◆ **Directions for this task**
The expected answer is every line from the material below that has the word "scripts".

◆ **Input data**
--------------------------------

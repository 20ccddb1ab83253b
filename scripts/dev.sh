#!/usr/bin/env bash
# npm run dev: the API (restarting on change) behind Vite's dev server with hot reload. Takes the data
# folder like `npm start` does, so the two (or two of either) never share one folder or its MariaDB.
set -euo pipefail
umask 077
cd "$(dirname "$0")/.."
source scripts/lib.sh
use_data_dir
take_data_dir "http://127.0.0.1:5173"
ensure_node_modules
ensure_apt mariadbd mariadb-server

api=
# The API first, then MariaDB, whatever is pressed meanwhile (as in start.sh).
stop() {
  trap '' INT TERM HUP
  if [ -n "$api" ]; then
    kill -TERM "$api" 2>/dev/null || true
    wait "$api" 2>/dev/null || true
  fi
  setsid -w scripts/db.sh down dev 9>&- || true
}
trap stop EXIT
DATABASE_URL=$(setsid -w scripts/db.sh up dev "${DB_PORT:-3406}" crestline DB_PORT 9>&-)
export DATABASE_URL SEED_DEMO=1 SERVE_CLIENT=0
node_modules/.bin/tsx watch server/index.ts 9>&- &
api=$!
npx vite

--------------------------------

◆ **Written solution**
filename scripts/dev.sh
source scripts/lib.sh
  setsid -w scripts/db.sh down dev 9>&- || true
DATABASE_URL=$(setsid -w scripts/db.sh up dev "${DB_PORT:-3406}" crestline DB_PORT 9>&-)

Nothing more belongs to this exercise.